What to do:
Using the data below, return the stretch from the line that contains "return q * math.exp(boundary)" through the line that contains "post_t = stats.beta(treatment[0]", both included, exactly as it stands and nothing beyond it.

Start of Records shown

"""Binary endpoint with a posterior-probability success rule (beta analysis priors), checked
against computations from outside the package.

Sources (named again beside each check):

* ``scipy.integrate.quad`` of the control posterior density times the treatment posterior
  survival (or distribution) function, both ``scipy.stats.beta``: the posterior probability
  of a benefit beyond the boundary for one table at a time, written out in this file with
  its own map from the boundary effect to the treatment rate (not the package's code);
* ``scipy.stats.beta.sf`` -- the single-arm posterior probability in closed form;
* ``scipy.stats.binom`` -- power, by summing over the independent success region;
* ``scipy.stats.betabinom`` -- assurance under beta design priors, by the same enumeration;
* the decomposition ``P(success and benefit > cut)``: ``betabinom`` times the design
  posterior's probability of ``benefit > cut`` by ``quad`` (O'Hagan, Stevens & Campbell
  2005, Pharmaceutical Statistics 4:187-201, in its exact binomial form).

Tolerances: ``quad`` runs with an absolute error target of 1e-13; the package's 64-node
Gauss-Legendre rule was observed within 1e-10 of it, so posterior probabilities agree to
1e-8, and regions are compared only at tables whose probability is more than 1e-7 from the
level (nearer than that the two quadratures may legitimately disagree). Sums of a few
hundred pmf products over the same region agree to 1e-12.
"""

from __future__ import annotations

import json
import math
from functools import lru_cache

import numpy as np
import pytest
from hypothesis import HealthCheck, given, settings
from hypothesis import strategies as st
from scipy import integrate, special, stats

from assurance import (
    AllOf,
    Mixture,
    Normal,
    PointMass,
    PosteriorProbability,
    Significance,
    TrialDesign,
    evaluate,
    solve_sample_size,
)
from assurance.compute.binary_exact import (
    PosteriorSpec,
    RateArm,
    posterior_probabilities,
    posterior_region,
    posterior_runs,
)
from assurance.compute.normal_outcome import Cut
from assurance.design_file import parse_design
from assurance.endpoints.binary import BetaRates, BinaryEndpoint
from assurance.errors import AssuranceInputError

NT, NC = 12, 10  # allocation 1.2: a total of 22 splits into 12 on treatment, 10 on control
QUAD_TOL = 1e-8
NEAR_LEVEL = 1e-7
ENUM_TOL = 1e-12
UNIFORM = BetaRates((1.0, 1.0), (1.0, 1.0))


# ------------------------------------------------------------------------------------------
# independent references, one table at a time
# ------------------------------------------------------------------------------------------
def _treatment_rate_at(boundary: float, q: float, scale: str) -> float:
    """Treatment rate at which the natural effect equals ``boundary`` (control rate q)."""
    if scale == "difference":
        return q + boundary
    if scale == "risk_ratio":
        return q * math.exp(boundary)
    return 1.0 / (1.0 + math.exp(-(math.log(q / (1.0 - q)) + boundary)))


def _kinks(boundary: float, scale: str) -> list[float]:
    """Control rates where the boundary treatment rate reaches 0 or 1 (quad break points)."""
    if scale == "difference":
        pts = [-boundary, 1.0 - boundary]
    elif scale == "risk_ratio":
        pts = [math.exp(-boundary)]
    else:
        pts = []
    return [p for p in pts if 0.0 < p < 1.0]


def prob_by_quad(x_t, x_c, n_t, n_c, treatment, control, scale, boundary, higher):
    """P(natural effect > boundary | data) (< when lower is better) by scipy quad."""
    post_t = stats.beta(treatment[0] + x_t, treatment[1] + n_t - x_t)
    post_c = stats.beta(control[0] + x_c, control[1] + n_c - x_c)

    def f(q):
        h = min(max(_treatment_rate_at(boundary, q, scale), 0.0), 1.0)
        return post_c.pdf(q) * (post_t.sf(h) if higher else post_t.cdf(h))

    pts = _kinks(boundary, scale)
    return integrate.quad(f, 0.0, 1.0, points=pts or None, epsabs=1e-13, epsrel=1e-12,
                          limit=200)[0]


@lru_cache(maxsize=32)
def probs_by_quad(n_t, n_c, treatment, control, scale, boundary, higher):
    return np.array([[prob_by_quad(x_t, x_c, n_t, n_c, treatment, control, scale, boundary,
                                   higher) for x_c in range(n_c + 1)]
                     for x_t in range(n_t + 1)])


def power_by_enumeration(region, n_t, n_c, p_t, p_c):
    return float(stats.binom.pmf(np.arange(n_t + 1), n_t, p_t) @ region
                 @ stats.binom.pmf(np.arange(n_c + 1), n_c, p_c))


def assurance_by_enumeration(region, n_t, n_c, treatment, control):
    return float(stats.betabinom.pmf(np.arange(n_t + 1), n_t, *treatment) @ region
                 @ stats.betabinom.pmf(np.arange(n_c + 1), n_c, *control))


def _natural(value, scale):
    return value if scale == "difference" else math.log(value)


def calculator(ep, design_prior, rule, analysis_prior):
    """The calculator exactly as the planning code builds it (benefit scale)."""
    rule_b = ep.benefit_rule(rule, None if analysis_prior is None
                             else ep.check_analysis_prior(analysis_prior))
    return ep.calculator(ep.benefit_prior(design_prior), rule_b, draws=100, seed=None)


# ------------------------------------------------------------------------------------------
# posterior probabilities and success regions
# ------------------------------------------------------------------------------------------
PROB_CASES = [
    # scale, boundary (natural analysis scale), higher better, treatment prior, control prior
    ("difference", 0.0, True, (1.0, 1.0), (1.0, 1.0)),
    ("difference", 0.1, True, (2.0, 2.0), (6.0, 14.0)),
    ("difference", -0.1, True, (1.0, 1.0), (2.0, 2.0)),  # P(p_t > p_c - 0.1)
    ("difference", -0.05, False, (1.0, 1.0), (1.0, 1.0)),  # lower better: p_t < p_c - 0.05
    ("risk_ratio", math.log(1.2), True, (1.0, 1.0), (3.0, 7.0)),
    ("odds_ratio", math.log(0.8), False, (0.5, 0.5), (30.0, 70.0)),  # narrow control prior
]


@pytest.mark.parametrize(("scale", "boundary", "higher", "treatment", "control"), PROB_CASES)
def test_posterior_probabilities_and_region_match_quad(scale, boundary, higher, treatment,
                                                       control):
    # Every table's posterior probability against scipy quad (see module docstring), and
    # the bisection region against thresholding those probabilities at the level.
    sign = 1.0 if higher else -1.0
    spec = PosteriorSpec(0.9, sign * boundary, sign, scale, True, RateArm.beta(*treatment),
                         RateArm.beta(*control))
    ref = probs_by_quad(NT, NC, treatment, control, scale, boundary, higher)
    ours = posterior_probabilities(spec, NT, NC)
    np.testing.assert_allclose(ours, ref, rtol=0, atol=QUAD_TOL)
    region = posterior_region(spec, NT, NC)
    clear = np.abs(ref - 0.9) > NEAR_LEVEL
    assert np.array_equal(region[clear], (ref >= 0.9)[clear])
    assert 0 < region.sum() < region.size  # the case is not trivial


def test_bisection_region_equals_full_grid_for_larger_arms():
    # The staircase search evaluates about two tables per control count; thresholding the
    # probabilities of all (n_t + 1)(n_c + 1) tables must give the same region (unequal
    # arms, an informative prior, both directions).
    for sign in (1.0, -1.0):
        spec = PosteriorSpec(0.975, 0.02, sign, "difference", True, RateArm.beta(2.0, 3.0),
                             RateArm.beta(12.0, 28.0))
        full = posterior_probabilities(spec, 90, 60) >= 0.975 - 1e-12
        assert np.array_equal(posterior_region(spec, 90, 60), full)


@pytest.mark.parametrize("better", ["higher", "lower"])
def test_runs_and_their_sums_for_larger_arms(better):
    # The region is kept as one run of x_t per control count (from the top when higher is
    # better, from 0 when lower is better) and summed with prefix sums; against the region
    # thresholded on all 91 x 61 tables, power by scipy.stats.binom and assurance by
    # scipy.stats.betabinom summed over that dense region.
    sign = 1.0 if better == "higher" else -1.0
    spec = PosteriorSpec(0.95, 0.0, sign, "difference", True, RateArm.beta(1.0, 1.0),
                         RateArm.beta(1.0, 1.0))
    full = posterior_probabilities(spec, 90, 60) >= 0.95 - 1e-12
    runs = posterior_runs(spec, 90, 60)
    assert np.array_equal(runs.dense(), full)
    assert np.all((runs.hi == 90) if better == "higher" else (runs.lo == 0))
    ep = BinaryEndpoint(0.3, allocation=1.5, better=better)
    assert ep.arm_sizes(np.array([150])) == (90, 60)
    calc = calculator(ep, BetaRates((6.0, 14.0), (9.0, 11.0)), PosteriorProbability(0.95),
                      UNIFORM)
    effect = 0.15 if better == "higher" else -0.15
    power = calc.power(ep.to_benefit(effect), np.array([90]), np.array([60]))[0]
    assert power == pytest.approx(
        power_by_enumeration(full.astype(float), 90, 60, 0.3 + effect, 0.3), abs=ENUM_TOL)
    success = calc.success(np.array([90]), np.array([60]), []).success[0]
    assert success == pytest.approx(
        assurance_by_enumeration(full.astype(float), 90, 60, (9.0, 11.0), (6.0, 14.0)),
        abs=ENUM_TOL)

End of Records shown

Result:
        return q * math.exp(boundary)
    return 1.0 / (1.0 + math.exp(-(math.log(q / (1.0 - q)) + boundary)))


def _kinks(boundary: float, scale: str) -> list[float]:
    """Control rates where the boundary treatment rate reaches 0 or 1 (quad break points)."""
    if scale == "difference":
        pts = [-boundary, 1.0 - boundary]
    elif scale == "risk_ratio":
        pts = [math.exp(-boundary)]
    else:
        pts = []
    return [p for p in pts if 0.0 < p < 1.0]


def prob_by_quad(x_t, x_c, n_t, n_c, treatment, control, scale, boundary, higher):
    """P(natural effect > boundary | data) (< when lower is better) by scipy quad."""
    post_t = stats.beta(treatment[0] + x_t, treatment[1] + n_t - x_t)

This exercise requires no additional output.